Assignment
One line at a time, check the entries below for the word "getResourceAsStream", and copy each line that has it.

Supplied data
-.-.-
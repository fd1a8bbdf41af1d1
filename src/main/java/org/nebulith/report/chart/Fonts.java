package org.nebulith.report.chart;

import java.awt.Font;
import java.awt.FontFormatException;
import java.awt.font.FontRenderContext;
import java.io.IOException;
import java.io.InputStream;
import java.io.UncheckedIOException;
import java.util.concurrent.ConcurrentHashMap;
import java.util.Map;

/**
 * The one typeface of every chart: DejaVu Sans (Bitstream Vera licence, text beside the font file),
 * bundled so that text is measured, drawn and embedded (PDF) with the same glyphs on every machine.
 * It is registered with the graphics environment. SVG files name the family and let the viewer supply it (DejaVu Sans, else Verdana, a close match in
 * width).
 */
public final class Fonts {

    /** Family name written into SVG files, with fallbacks. */
    public static final String SVG_FAMILY = "'DejaVu Sans', Verdana, 'Bitstream Vera Sans', sans-serif";

    /** Classpath resource of the bundled font. */
    static final String RESOURCE = "fonts/DejaVuSans.ttf";

    private static final FontRenderContext FRC = new FontRenderContext(null, true, true);
    private static final Font BASE = load();
    private static final Map<Float, Font> SIZED = new ConcurrentHashMap<>();

    private Fonts() {
    }

    private static Font load() {
        try (InputStream in = Fonts.class.getResourceAsStream(RESOURCE)) {
            if (in == null) {
                throw new IllegalStateException("bundled chart font " + RESOURCE + " missing from the classpath");
            }
            Font font = Font.createFont(Font.TRUETYPE_FONT, in);
            // known by name to Java2D too, so that PNG and vector files draw the same glyphs
            java.awt.GraphicsEnvironment.getLocalGraphicsEnvironment().registerFont(font);
            return font;
        } catch (IOException e) {
            throw new UncheckedIOException(e);
        } catch (FontFormatException e) {
            throw new IllegalStateException("bundled chart font unreadable", e);
        }
    }

    /** @return the bytes of the bundled TrueType file (for embedding in PDF) */
    static InputStream open() {
        return Fonts.class.getResourceAsStream(RESOURCE);
    }

    /**
     * @param sizePt font size [pt]
     * @return the bundled font at that size
     */
    public static Font at(final double sizePt) {
        return SIZED.computeIfAbsent((float) sizePt, BASE::deriveFont);
    }

    /**
     * @param text   a string
     * @param sizePt font size [pt]
     * @return its advance width [pt]
     */
    public static double width(final String text, final double sizePt) {
        return at(sizePt).getStringBounds(text, FRC).getWidth();
    }

    /**
     * @param sizePt font size [pt]
     * @return the height of a capital letter [pt] (used to centre text vertically)
     */
    public static double capHeight(final double sizePt) {
        return 0.73 * sizePt;
    }
}
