package org.nebulith.report.chart;

import java.util.List;
import java.util.Objects;


/**
 * Mass-radius diagram: curves of constant composition (core mass fraction, water) and measured
 * planets with their 1-sigma error bars, log mass axis.
 *
 * @param massMearth the masses of the curves [M_earth], increasing
 * @param curves     radius curves [R_earth] on that grid
 * @param planets    the planets
 */
public record MassRadiusChart(double[] massMearth, List<Curve> curves, List<Planet> planets) {

    /**
     * @param label     name
     * @param mass      mass [M_earth]
     * @param massErr   its error
     * @param radius    radius [R_earth]
     * @param radiusErr its error
     */
    public record Planet(String label, double mass, double massErr, double radius, double radiusErr) {
        public Planet {
            Objects.requireNonNull(label);
            if (!(mass > 0 && radius > 0 && massErr >= 0 && radiusErr >= 0)) {
                throw new IllegalArgumentException(label + ": mass and radius must be > 0 with errors >= 0");
            }
        }
    }

    public MassRadiusChart {
        massMearth = massMearth.clone();
        Curve.checkGrid(massMearth, "mass-radius chart");
        for (Curve c : curves) {
            c.check(massMearth.length, "mass-radius chart", false, 0, Double.MAX_VALUE);
        }
        curves = List.copyOf(curves);
        planets = List.copyOf(planets);
    }

    /**
     * @param size figure size
     * @return the chart
     */
    public Drawing chart(final ChartSize size) {
        Drawing d = Drawing.of(size);
        double lo = Double.POSITIVE_INFINITY;
        double hi = 0;
        for (Curve c : curves) {
            for (double v : c.values()) {
                lo = Math.min(lo, v);
                hi = Math.max(hi, v);
            }
        }
        for (Planet pl : planets) {
            lo = Math.min(lo, pl.radius() - pl.radiusErr());
            hi = Math.max(hi, pl.radius() + pl.radiusErr());
        }
        if (!(hi > lo)) {
            lo = 0;
            hi = 2;
        }
        double span = hi - lo;
        Axis x = Axis.log(massMearth[0], massMearth[massMearth.length - 1], "Mass [M_earth]");
        Axis y = Axis.linear(Math.max(0, lo - 0.08 * span), hi + 0.12 * span, "Radius [R_earth]").ticks(5);
        Legend legend = new Legend();
        for (int i = 0; i < curves.size(); i++) {
            legend.add(new Legend.Entry(curves.get(i).label(), ChartStyle.series(i).line(), null,
                    ChartStyle.series(i).colour()));
        }
        if (!planets.isEmpty()) {
            legend.add(new Legend.Entry("measured planets", null, Marker.DIAMOND, Palette.AXIS));
        }
        double left = ChartStyle.PAD + Panel.yAxisWidth(y);
        double right = size.widthPt() - ChartStyle.PAD - legend.columnWidth() - 6;
        java.awt.geom.Rectangle2D box = new java.awt.geom.Rectangle2D.Double(left, ChartStyle.PAD + 2, right - left,
                size.heightPt() - 2 * ChartStyle.PAD - 2 - Panel.xAxisHeight());
        Panel p = new Panel(d, box, x, y).frame(true, true);
        for (int i = 0; i < curves.size(); i++) {
            p.line(massMearth, curves.get(i).values(), ChartStyle.series(i).line());
        }
        for (Planet pl : planets) {
            p.xErrorBar(Math.max(massMearth[0], pl.mass() - pl.massErr()),
                    Math.min(massMearth[massMearth.length - 1], pl.mass() + pl.massErr()), pl.radius(), Palette.REFERENCE);
            p.yErrorBar(pl.mass(), pl.radius() - pl.radiusErr(), pl.radius() + pl.radiusErr(), Palette.REFERENCE);
            p.point(Marker.DIAMOND, pl.mass(), pl.radius(), Palette.AXIS);
            p.label(pl.label(), pl.mass(), pl.radius() + pl.radiusErr(), 0, -2, Drawing.Align.CENTRE);
        }
        legend.draw(d, right + 6, box.getMinY() + 2, 1, 0);
        return d;
    }
}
-.-.-
Exercise result
        try (InputStream in = Fonts.class.getResourceAsStream(RESOURCE)) {
        return Fonts.class.getResourceAsStream(RESOURCE);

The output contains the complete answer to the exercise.